CBRE |WTW managing director Foo Gee Jen provided The Edge with a similar estimate at the same interview. “We are looking at about RM350 million for Menara Ikhlas and between RM200 million and RM250 million for Menara Tulus.”

The buildings are located next to each other but Menara Tulus is closer to the National Registration Department while Menara Ikhlas is located opposite Mahkamah Persekutuan Malaysia.

“Based on the rent we are receiving, Menara Tulus gives a gross yield of 6.5% to 7%,” Foo says of the building, which is 55% occupied. The tenants include the Ministry of Primary Industries and Commodities and the Royal Malaysian Customs Department. Menara Ikhlas, which is 20% occupied, gives a gross yield of 3%. The tenants include the Malaysian Immigration Department and MyEG Services Bhd.

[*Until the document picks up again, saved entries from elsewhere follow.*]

import { allImports, type Import } from './imports.ts';
import { type Breach, isCode, type SourceSet } from './source-set.ts';

interface Layer {
  /** The files that it holds, by path. */
  readonly holds: RegExp;
  /** What it may import from the project, by path. */
  readonly mayImport: RegExp;
  /** Packages that it may import, by specifier. */
  readonly packages: RegExp;
  /** Said of a breach. */
  readonly rule: string;
}

const NONE = /^$/;
const ANY = /./;

// The first layer that holds a file is its layer: the stricter rooms of the viewer stand before the viewer.
const LAYERS: readonly Layer[] = [
  {
    holds: /^engine\//,
    mayImport: /^engine\//,
    packages: NONE,
    rule: 'engine imports no package and nothing outside engine',
  },
  {
    holds: /^formats\//,
    mayImport: /^(formats|engine)\//,
    packages: /^(msgpackr|fflate|saxes)(\/|$)/,
    rule: 'formats imports engine, msgpackr, fflate and parsers',
  },
  {
    holds: /^viewer\/(layout|marks|figure|scene\/build)\//,
    mayImport: /^(engine|formats|viewer\/(layout|marks|figure|scene\/build))\//,
    packages: NONE,
    rule: 'layout, marks, figures and geometry are pure: no package, nothing of the screen',
  },
  {
    holds: /^viewer\/scene\//,
    mayImport: /^(engine|formats|viewer\/(layout|marks|figure|scene|state))\//,
    packages: /^three(\/|$)/,
    rule: 'the scene imports three and the pure parts, no component',
  },
  {
    holds: /^viewer\/terminal\//,
    mayImport: /^(engine|formats|viewer\/(terminal|layout|marks|figure|fonts))\//,
    packages: /^(node:|vite$)/,
    rule: 'the command line imports engine, formats and what is pure, and packages of Node alone',
  },
  {
    holds: /^viewer\/fonts\//,
    mayImport: /^viewer\/fonts\//,
    packages: /^(node:|subset-font$)/,
    rule: 'cutting fonts is a step of the build and imports nothing of the rest',
  },
  {
    holds: /^viewer\//,
    mayImport: /^(engine|formats|viewer)\/(?!terminal\/|scene\/build\/)/,
    packages: /^(?!node:|three(\/|$)|vite(\/|$)|vitest(\/|$)|playwright)/,
    rule: 'the viewer imports engine and formats; three is for the scene, node: for the command line',
  },
  { holds: /^test\//, mayImport: ANY, packages: ANY, rule: '' },
  {
    holds: /^[^/]+$/,
    mayImport: /^[^/]+$/,
    packages: ANY,
    rule: 'a configuration file imports no part of the project',
  },
];

/** Rooms that only one other room may enter. */
const HOSTS: readonly { room: RegExp; host: RegExp; rule: string }[] = [
  {
    room: /^viewer\/scene\//,
    host: /^(viewer\/scene|viewer\/views\/ball|test)\//,
    rule: 'components reach the scene through its one host element, viewer/views/ball',
  },
];

/** References into another layer, to a package, or into a room with a host, that the house does not allow. */
export function layerBreaches(files: SourceSet): Breach[] {
  const breaches: Breach[] = [];
  const refuse = (i: Import, rule: string): void => {
    const what = i.specifier === null ? 'an address that is computed' : `'${i.specifier}'`;
    breaches.push({ rule: 'layer', file: i.from, line: i.line, message: `imports ${what}: ${rule}` });
  };
  for (const i of allImports(files)) {
    const layer = LAYERS.find(({ holds }) => holds.test(i.from));
    if (layer === undefined) refuse(i, 'code stands in engine, formats, viewer or test');
    else if (i.target === null) {
      if (
        i.specifier === null
          ? layer.packages !== ANY && !/^viewer\//.test(i.from)
          : !layer.packages.test(i.specifier)
      ) {
        refuse(i, layer.rule);
      }
    } else if (!layer.mayImport.test(i.target)) refuse(i, layer.rule);
    else {
      const host = HOSTS.find(({ room }) => room.test(i.target as string));
      if (host && !host.host.test(i.from)) refuse(i, host.rule);
    }
    if (i.target?.startsWith('test/') && !i.from.startsWith('test/'))
      refuse(i, 'nothing points into the tests');
  }
  for (const path of files.keys()) {
    if (path.startsWith('public/') && (isCode(path) || /\.(html?|wasm)$/.test(path))) {
      breaches.push({ rule: 'layer', file: path, line: 0, message: 'public holds no code' });
    }
  }
  return breaches;
}
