import { importsOf } from './imports.ts';
import type { Breach, SourceSet } from './source-set.ts';

/** What `npm start` and `npm test` run before anything is installed. */
const FIRST = ['viewer/terminal/start.mjs', 'test/run.mjs'];

/** Packages that a first run would need before it could install them. */
export function beforeInstallBreaches(files: SourceSet): Breach[] {
  const breaches: Breach[] = [];
  const waiting = FIRST.filter((path) => files.has(path));
  const seen = new Set(waiting);
  for (let path = waiting.pop(); path !== undefined; path = waiting.pop()) {
    for (const { specifier, target, kind, line } of importsOf(path, files.get(path) ?? '')) {
      if (kind !== 'static') continue;
      if (target === null ? !specifier?.startsWith('node:') : !target.endsWith('.mjs')) {
        const message = `imports '${specifier}' before anything is installed`;
        breaches.push({ rule: 'before-install', file: path, line, message });
      } else if (target !== null && !seen.has(target)) {
        seen.add(target);
        waiting.push(target);
      }
    }
  }
  return breaches;
}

In the meantime, both the receiver and the real estate agent continue to seek tenants for the buildings.

Foo attributes the current low occupancy rate to each ministry already having its own building in Putrajaya. Nevertheless, he anticipates that the tenancy rate will improve. “As we know, the government has tightened its budget and moving forward, not every ministry is likely to own a building. [Thus,] Menara Tulus and Menara Ikhlas will provide an opportunity to any [government] agency to expand.” He says the buildings are in good condition and built in accordance with international standards. Interested parties have the option of purchasing both buildings or just one.

Duar and Foo opine that it would be challenging at present to build a similar building, with the same specifications, in Putrajaya, and at the price that they expect the deal to be sealed.

“The buildings offer an opportunity to investors to go in (purchase) at the near bottom of the market price,” says Foo. He adds that there are not many privately owned office buildings in Putrajaya as most are owned by Putrajaya Holdings Sdn Bhd and government-linked companies.

According to documents sighted by The Edge, the owners appear to have attempted to dispose of Menara Ikhlas for RM640 million and Menara Tulus for RM335 million in 2012 to a company called Nursi Properties Sdn Bhd, which was only set up that year.

It is unclear why the deal did not materialise but an SSM search on Nursi reveals that an official receiver had been appointed for the company in July 2013 and that it was being wound up. (Filings to the SSM ceased thereafter.)

The Edge also sighted a document which reveals that in 2008, one of the parcels measuring 3.33 acres, on which Menara Ikhlas was subsequently built, was purchased for RM350 psf or RM50.71 million.

As Duar will conduct the sale by way of expression of interest (EOI), he is not obliged to proceed with the sale but can opt to improve the tenancy and yield before putting the asset up for sale.

The closing date for the EOI is March 29.